Go through the records below and return each line that has "dedupeKey" in it.

Saved data entries:
= Beginning of Section =

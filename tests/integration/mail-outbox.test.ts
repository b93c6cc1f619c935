import { eq, sql } from 'drizzle-orm';
import { afterAll, beforeAll, beforeEach, describe, expect, it } from 'vitest';
import { caughtMail, outbox } from '$lib/server/db/schema';
import { startCatcher, type Catcher } from '$lib/server/mail/catcher';
import { enqueueMail, type OutgoingMail } from '$lib/server/mail/outbox';
import { createMailTransport, type MailTransport } from '$lib/server/mail/transport';
import { retryDelayMs, runOutboxOnce, type OutboxRunOptions } from '$lib/server/mail/worker';
import { useTestDatabase } from '../setup/test-db';
import { startSmtpStub, type SmtpStub } from './smtp-stub';

process.env.MAIL_WORKER = 'off';
const db = useTestDatabase();

let catcher: Catcher;
let toCatcher: MailTransport;
let stub: SmtpStub;
let toStub: MailTransport;

beforeAll(async () => {
	catcher = await startCatcher({ database: db });
	toCatcher = createMailTransport({ port: catcher.port });
	stub = await startSmtpStub();
	toStub = createMailTransport({ port: stub.port });
});

afterAll(async () => {
	toCatcher?.close();
	toStub?.close();
	await catcher?.close();
	await stub?.close();
});

beforeEach(async () => {
	await db().delete(outbox);
	await db().delete(caughtMail);
	stub.delivered.length = 0;
	stub.replies.rcpt = undefined;
	stub.replies.data = undefined;
});

function mail(n: number, overrides: Partial<OutgoingMail> = {}): OutgoingMail {
	return {
		dedupeKey: `test:${n}`,
		category: 'transactional',
		to: `supporter${n}@tideward.test`,
		subject: `Message ${n}`,
		html: `<p>Message ${n}</p>`,
		text: `Message ${n}`,
		...overrides
	};
}

function run(options: OutboxRunOptions = {}) {
	return runOutboxOnce({ database: db(), transport: toCatcher, random: () => 0.5, ...options });
}

async function row(dedupeKey = 'test:1') {
	const [found] = await db().select().from(outbox).where(eq(outbox.dedupeKey, dedupeKey));
	return found;
}

describe('enqueueMail', () => {
	it('queues one message per dedupe key', async () => {
		expect(await enqueueMail(db(), mail(1))).toBe(true);
		expect(await enqueueMail(db(), mail(1, { subject: 'Another try' }))).toBe(false);
		const rows = await db().select().from(outbox);
		expect(rows).toHaveLength(1);
		expect(rows[0]).toMatchObject({ subject: 'Message 1', status: 'pending', attempts: 0 });
		expect(rows[0].messageId).toMatch(/^<[0-9a-f-]{36}@tideward\.test>$/);
	});

	it('queues nothing when the transaction rolls back', async () => {
		await expect(
			db().transaction(async (tx) => {
				await enqueueMail(tx, mail(1));
				throw new Error('the change that caused the mail failed');
			})
		).rejects.toThrow(/caused the mail failed/);
		expect(await db().select().from(outbox)).toEqual([]);
	});
});

describe('runOutboxOnce', () => {
	it('sends a queued message with its own Message-ID and marks it sent', async () => {
		await enqueueMail(
			db(),
			mail(1, { headers: { 'List-Unsubscribe': '<http://127.0.0.1:3000/u/1>' } })
		);
		const queued = await row();

		expect(await run()).toEqual({ claimed: 1, sent: 1, retrying: 0, failed: 0, skipped: 0 });

		const sent = await row();
		expect(sent).toMatchObject({ status: 'sent', attempts: 1, lockedUntil: null, lastError: null });
		expect(sent.sentAt).toBeInstanceOf(Date);
		const caught = await db().select().from(caughtMail);
		expect(caught).toHaveLength(1);
		expect(caught[0]).toMatchObject({
			messageId: queued.messageId,
			subject: 'Message 1',
			envelopeTo: ['supporter1@tideward.test']
		});
		expect(caught[0].headers['list-unsubscribe']).toBe('<http://127.0.0.1:3000/u/1>');

		expect(await run()).toMatchObject({ claimed: 0, sent: 0 });
		expect(await db().select().from(caughtMail)).toHaveLength(1);
	});

	it('leaves mail that is not due yet alone', async () => {
		await enqueueMail(db(), mail(1));
		await db()
			.update(outbox)
			.set({ nextAttemptAt: sql`now() + interval '5 minutes'` });
		expect(await run()).toMatchObject({ claimed: 0 });
		expect(await row()).toMatchObject({ status: 'pending', attempts: 0 });
	});

	it.each([
		['RCPT TO', 'rcpt'],
		['DATA', 'data']
	] as const)('retries later after a 451 answer to %s', async (_label, step) => {
		stub.replies[step] = { code: 451, message: 'Greylisted, try again later' };
		await enqueueMail(db(), mail(1));
		const before = (await row()).createdAt;

		expect(await run({ transport: toStub })).toMatchObject({ claimed: 1, retrying: 1, sent: 0 });

		const after = await row();
		expect(after).toMatchObject({ status: 'pending', attempts: 1, lockedUntil: null });
		expect(after.lastError).toMatch(/451 Greylisted/);
		// First retry: half of 30 s fixed plus half random (0.5 here) = 22.5 s.
		const waitMs = after.nextAttemptAt.getTime() - before.getTime();
		expect(waitMs).toBeGreaterThanOrEqual(22_000);
		expect(waitMs).toBeLessThan(30_000);
		expect(stub.delivered).toEqual([]);

		expect(await run({ transport: toStub })).toMatchObject({ claimed: 0 });
	});

	it('retries after a connection failure', async () => {
		const closed = await startSmtpStub();
		await closed.close();
		const nowhere = createMailTransport({ port: closed.port });
		await enqueueMail(db(), mail(1));
		expect(await run({ transport: nowhere })).toMatchObject({ retrying: 1 });
		expect(await row()).toMatchObject({ status: 'pending', attempts: 1 });
		nowhere.close();
	});

	it('fails a message at once on a permanent 550', async () => {
		stub.replies.rcpt = { code: 550, message: 'No such mailbox here' };
		await enqueueMail(db(), mail(1));

		expect(await run({ transport: toStub })).toMatchObject({ failed: 1, retrying: 0 });

		const after = await row();
		expect(after).toMatchObject({ status: 'failed', attempts: 1, lockedUntil: null });
		expect(after.lastError).toMatch(/550 No such mailbox here/);
		expect(await run({ transport: toStub })).toMatchObject({ claimed: 0 });
	});

	it('gives up after the last allowed attempt', async () => {
		stub.replies.data = { code: 452, message: 'Mailbox full' };
		await enqueueMail(db(), mail(1));
		await db().update(outbox).set({ attempts: 7 });

		expect(await run({ transport: toStub, maxAttempts: 8 })).toMatchObject({ failed: 1 });
		expect(await row()).toMatchObject({ status: 'failed', attempts: 8 });
	});

	it('sends again a row whose worker died (lease expired), not one still leased', async () => {
		await enqueueMail(db(), mail(1));
		await enqueueMail(db(), mail(2));
		await db()
			.update(outbox)
			.set({ lockedUntil: sql`now() - interval '1 minute'` })
			.where(eq(outbox.dedupeKey, 'test:1'));
		await db()
			.update(outbox)
			.set({ lockedUntil: sql`now() + interval '1 minute'` })
			.where(eq(outbox.dedupeKey, 'test:2'));

		expect(await run()).toMatchObject({ claimed: 1, sent: 1 });
		expect(await row('test:1')).toMatchObject({ status: 'sent' });
		expect(await row('test:2')).toMatchObject({ status: 'pending', attempts: 0 });
	});

	it('drops a crash-repeat at the catcher: a resend keeps the Message-ID', async () => {
		await enqueueMail(db(), mail(1));
		await run();
		// As if the process died after sending but before recording it.
		await db().update(outbox).set({ status: 'pending', sentAt: null });
		expect(await run()).toMatchObject({ sent: 1 });
		expect(await db().select().from(caughtMail)).toHaveLength(1);
	});

	it('sends each message exactly once when two workers race', async () => {
		const count = 12;
		for (let n = 1; n <= count; n++) await enqueueMail(db(), mail(n));
		const ids = (await db().select({ id: outbox.messageId }).from(outbox)).map((r) => r.id);

		// Each worker's first send waits until the other worker has claimed a batch too, so two
		// leases are held at once whatever the scheduling: on a PostgreSQL server one worker could
		// otherwise send everything before the other's connection is open.
		let waiting = 0;
		let release!: () => void;
		const bothClaimed = new Promise<void>((resolve) => (release = resolve));
		async function worker() {
			let first = true;
			const transport = {
				sendMail: async (message: unknown) => {
					if (first) {
						first = false;
						if (++waiting === 2) release();
						await bothClaimed;
					}
					return toStub.sendMail(message as never);
				}
			} as unknown as MailTransport;
			let sent = 0;
			try {
				for (;;) {
					const result = await run({ transport, batchSize: 3 });
					sent += result.sent;
					if (result.claimed === 0) return sent;
				}
			} finally {
				// A worker that found nothing to claim must not keep the other one waiting.
				release();
			}
		}
		const [a, b] = await Promise.all([worker(), worker()]);

		expect(a + b).toBe(count);
		expect(a).toBeGreaterThan(0);
		expect(b).toBeGreaterThan(0);
		expect([...stub.delivered].sort()).toEqual([...ids].sort());
		const statuses = await db().select({ status: outbox.status }).from(outbox);
		expect(statuses.every((s) => s.status === 'sent')).toBe(true);
	});
});

describe('retryDelayMs', () => {
	it('doubles from 30 s, stays within its jitter band and stops at an hour', () => {
		expect(retryDelayMs(1, () => 0)).toBe(15_000);
		expect(retryDelayMs(1, () => 1)).toBe(30_000);
		expect(retryDelayMs(2, () => 0)).toBe(30_000);
		expect(retryDelayMs(3, () => 1)).toBe(120_000);
		expect(retryDelayMs(20, () => 1)).toBe(3_600_000);
		expect(retryDelayMs(20, () => 0)).toBe(1_800_000);
	});
});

= End of Section =

Task result:
		dedupeKey: `test:${n}`,
async function row(dedupeKey = 'test:1') {
	const [found] = await db().select().from(outbox).where(eq(outbox.dedupeKey, dedupeKey));
			.where(eq(outbox.dedupeKey, 'test:1'));
			.where(eq(outbox.dedupeKey, 'test:2'));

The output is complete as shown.